Start of Input

def test_store_moments_keep_their_digits_and_refuse_duplicates(tmp_path: Path) -> None:
    """Reference: numpy's mean and var(ddof=1). Values near 1e9 with a spread of 1: the
    one-pass sum(x^2) - n mean^2 would lose every digit of the variance."""
    from service.outcomes import DuplicateOutcome

    rng = np.random.default_rng(4)
    values = 1e9 + rng.normal(0, 1, size=500)
    store = OutcomeStore(tmp_path / "o.sqlite3")
    for i, v in enumerate(values):
        store.add(_outcome(i, "control", float(v), "accepted" if i % 4 else "rejected"))
    store.add(_outcome(0, "candidate", None, "accepted"))
    with pytest.raises(DuplicateOutcome):
        store.add(_outcome(3, "control", 1.0, None))
    got = store.by_arm()
    control = got[(BOOK, "control")]
    assert control.outcomes == 500 and control.values.n == 500
    assert control.values.mean == pytest.approx(float(values.mean()), rel=1e-15)
    assert control.values.variance == pytest.approx(float(values.var(ddof=1)), rel=1e-6)
    assert control.labels == {"accepted": 375, "rejected": 125}
    candidate = got[(BOOK, "candidate")]
    assert (candidate.outcomes, candidate.values.n, candidate.labels) == (1, 0, {"accepted": 1})
    store.close()


# -- the endpoint, in process ------------------------------------------------------------------


@pytest.fixture
def app(registry: Path) -> Iterator[TestClient]:
    with in_process(registry) as client:
        yield client


def _pick(client: Any, who: str = BOOK, routing_key: str | None = None) -> dict[str, Any]:
    body: dict[str, Any] = {"logits": LOGITS}
    if routing_key is not None:
        body["routing_key"] = routing_key
    response = client.post("/v1/pick", json=body, headers=auth(who))
    assert response.status_code == 200, response.text
    answer: dict[str, Any] = response.json()
    return answer


def _report(client: Any, body: Any, who: str = BOOK) -> Any:
    return client.post("/v1/outcome", json=body, headers=auth(who))


def test_outcome_is_recorded_once(app: TestClient) -> None:
    picked = _pick(app)
    response = _report(
        app, {"request_id": picked["request_id"], "value": 0.75, "label": "accepted"}
    )
    assert response.status_code == 201, response.text
    recorded = response.json()
    assert {k: recorded[k] for k in ("client", "policy", "version", "arm", "value", "label")} == {
        "client": BOOK,
        "policy": picked["policy"],
        "version": picked["version"],
        "arm": picked["arm"],
        "value": 0.75,
        "label": "accepted",
    }
    again = _report(app, {"request_id": picked["request_id"], "value": 0.1})
    assert_problem(again, 409, "already recorded")
    outcomes = app.get("/v1/routes", headers=auth(ADMIN)).json()["clients"][BOOK]["outcomes"]
    assert outcomes["arms"][picked["arm"]]["outcomes"] == 1
    assert outcomes["arms"][picked["arm"]]["value"]["mean"] == 0.75
    metrics = app.get("/metrics").text
    assert f'keepset_outcomes_total{{arm="{picked["arm"]}",client="{BOOK}"}} 1.0' in metrics
    assert 'endpoint="/v1/outcome"' in metrics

End of Input

- **Exercise objective**: Line by line, reproduce the data exactly.

- **Written answer**:
def test_store_moments_keep_their_digits_and_refuse_duplicates(tmp_path: Path) -> None:
    """Reference: numpy's mean and var(ddof=1). Values near 1e9 with a spread of 1: the
    one-pass sum(x^2) - n mean^2 would lose every digit of the variance."""
    from service.outcomes import DuplicateOutcome

    rng = np.random.default_rng(4)
    values = 1e9 + rng.normal(0, 1, size=500)
    store = OutcomeStore(tmp_path / "o.sqlite3")
    for i, v in enumerate(values):
        store.add(_outcome(i, "control", float(v), "accepted" if i % 4 else "rejected"))
    store.add(_outcome(0, "candidate", None, "accepted"))
    with pytest.raises(DuplicateOutcome):
        store.add(_outcome(3, "control", 1.0, None))
    got = store.by_arm()
    control = got[(BOOK, "control")]
    assert control.outcomes == 500 and control.values.n == 500
    assert control.values.mean == pytest.approx(float(values.mean()), rel=1e-15)
    assert control.values.variance == pytest.approx(float(values.var(ddof=1)), rel=1e-6)
    assert control.labels == {"accepted": 375, "rejected": 125}
    candidate = got[(BOOK, "candidate")]
    assert (candidate.outcomes, candidate.values.n, candidate.labels) == (1, 0, {"accepted": 1})
    store.close()


# -- the endpoint, in process ------------------------------------------------------------------


@pytest.fixture
def app(registry: Path) -> Iterator[TestClient]:
    with in_process(registry) as client:
        yield client


def _pick(client: Any, who: str = BOOK, routing_key: str | None = None) -> dict[str, Any]:
    body: dict[str, Any] = {"logits": LOGITS}
    if routing_key is not None:
        body["routing_key"] = routing_key
    response = client.post("/v1/pick", json=body, headers=auth(who))
    assert response.status_code == 200, response.text
    answer: dict[str, Any] = response.json()
    return answer


def _report(client: Any, body: Any, who: str = BOOK) -> Any:
    return client.post("/v1/outcome", json=body, headers=auth(who))


def test_outcome_is_recorded_once(app: TestClient) -> None:
    picked = _pick(app)
    response = _report(
        app, {"request_id": picked["request_id"], "value": 0.75, "label": "accepted"}
    )
    assert response.status_code == 201, response.text
    recorded = response.json()
    assert {k: recorded[k] for k in ("client", "policy", "version", "arm", "value", "label")} == {
        "client": BOOK,
        "policy": picked["policy"],
        "version": picked["version"],
        "arm": picked["arm"],
        "value": 0.75,
        "label": "accepted",
    }
    again = _report(app, {"request_id": picked["request_id"], "value": 0.1})
    assert_problem(again, 409, "already recorded")
    outcomes = app.get("/v1/routes", headers=auth(ADMIN)).json()["clients"][BOOK]["outcomes"]
    assert outcomes["arms"][picked["arm"]]["outcomes"] == 1
    assert outcomes["arms"][picked["arm"]]["value"]["mean"] == 0.75
    metrics = app.get("/metrics").text
    assert f'keepset_outcomes_total{{arm="{picked["arm"]}",client="{BOOK}"}} 1.0' in metrics
    assert 'endpoint="/v1/outcome"' in metrics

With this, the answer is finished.